* **WHAT NEEDS TO BE DONE**: Return verbatim every line from the first line of the data below to the line that contains "the channel. All", inclusive, and no further.

* **EXERCISE INPUT**:

"""Design flows against channel capacity.

For each design discharge and every transect of a reach: the normal-depth stage
(Manning, steady uniform flow; Chow 1959, §6-2), its depth, the freeboard to the
bankfull stage (bankfull stage minus design stage: negative when the flow is out of
bank), the ratio of design to bankfull discharge, and a flag where the flow leaves
the channel. All transects and all flows of a reach are solved in one call of
:func:`reachgauge.kernel.solver.normal_stage` with the ``"walled"`` policy: a flow
that overtops a transect's end gets a stage counting only the water inside the
transect, an upper bound where the plain goes on, marked ``over_profile``.

Per reach, a flow "leaves the channel" when it exceeds the reach's median bankfull
discharge (ratio > 1); the share of transects out of bank is given beside it so a
reader sees whether that is local or general.
"""

from __future__ import annotations

import numpy as np
import pandas as pd

from reachgauge.kernel import sections as K
from reachgauge.kernel.solver import normal_stage

CHECK_COLUMNS = ["flow", "discharge", "stage", "depth", "freeboard", "q_ratio", "out_of_bank",
                 "over_profile", "stage_at_jump", "index"]


def check_flows(p: K.Profiles, flows: dict[str, float], slope, n, banks,
                bankfull_stage, bankfull_q) -> pd.DataFrame:
    """One row per (flow, transect): ``flow``, ``discharge`` (m³/s), ``stage``,
    ``depth``, ``freeboard`` (m), ``q_ratio``, ``out_of_bank`` (bool),
    ``over_profile`` (bool: the water overtops an end of the transect; its stage
    counts only the water inside the transect, an upper bound where the plain
    continues, and NaN if even three times the profile's depth cannot carry the
    flow), ``stage_at_jump`` (bool: the flow is carried only once water tops a bank
    into lower ground behind it; the stage is that bank's elevation, where the
    section's discharge jumps past the flow), ``index`` (transect)."""
    if not flows:
        return pd.DataFrame(columns=CHECK_COLUMNS)
    names = list(flows)
    q = np.array([float(flows[k]) for k in names])
    t = p.count
    sol = normal_stage(p, np.broadcast_to(q, (t, q.size)), slope, n, banks, above="walled")
    bf_stage = np.asarray(bankfull_stage, dtype=float)[:, None]
    bf_q = np.asarray(bankfull_q, dtype=float)[:, None]
    freeboard = bf_stage - sol.stage
    ratio = np.where(bf_q > 0, q[None, :] / np.where(bf_q > 0, bf_q, 1.0), np.nan)
    # a stage a hair above bankfull from round-off is not out of bank
    out = (~sol.reached) | (freeboard < -1e-6)
    over = (~sol.reached) | sol.over_profile
    f = q.size
    return pd.DataFrame({
        "flow": np.repeat(np.array(names, dtype=object), t),
        "discharge": np.repeat(q, t),
        "stage": sol.stage.T.ravel(),
        "depth": (sol.stage - p.thalweg[:, None]).T.ravel(),
        "freeboard": freeboard.T.ravel(),
        "q_ratio": np.broadcast_to(ratio, (t, f)).T.ravel(),
        "out_of_bank": out.T.ravel(),
        "over_profile": over.T.ravel(),
        "stage_at_jump": sol.at_jump.T.ravel(),
        "index": np.tile(np.arange(t), f),
    })


def summarise_flows(checks: pd.DataFrame, bankfull_q_median: float, ok: np.ndarray) -> pd.DataFrame:
    """Per reach and flow: ``q_ratio`` to the median bankfull discharge,
    ``share_out`` (fraction of valid transects out of bank), ``out_of_bank``."""
    out = []
    for name, grp in checks.groupby("flow", sort=False):
        valid = grp[ok[grp["index"].to_numpy()]]
        q = float(grp["discharge"].iloc[0])
        ratio = q / bankfull_q_median if bankfull_q_median > 0 else np.nan
        share = float(valid["out_of_bank"].mean()) if len(valid) else np.nan
        out.append({"flow": name, "discharge": q, "q_ratio": ratio, "share_out": share,
                    "out_of_bank": bool(np.isfinite(ratio) and ratio > 1.0)})
    return pd.DataFrame(out, columns=["flow", "discharge", "q_ratio", "share_out", "out_of_bank"])


def least_freeboard(checks: pd.DataFrame, t: int) -> np.ndarray:
    """Least freeboard over the flows at each of ``t`` transects (m); NaN where a
    flow has no stage (not carried even far above the transect) or there is no flow."""
    idx = checks["index"].to_numpy(int)
    fb = checks["freeboard"].to_numpy(float)
    least = np.full(t, np.inf)
    np.minimum.at(least, idx, np.where(np.isfinite(fb), fb, -np.inf))
    return np.where(np.isfinite(least), least, np.nan)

* **SOLUTION**:
"""Design flows against channel capacity.

For each design discharge and every transect of a reach: the normal-depth stage
(Manning, steady uniform flow; Chow 1959, §6-2), its depth, the freeboard to the
bankfull stage (bankfull stage minus design stage: negative when the flow is out of
bank), the ratio of design to bankfull discharge, and a flag where the flow leaves
the channel. All transects and all flows of a reach are solved in one call of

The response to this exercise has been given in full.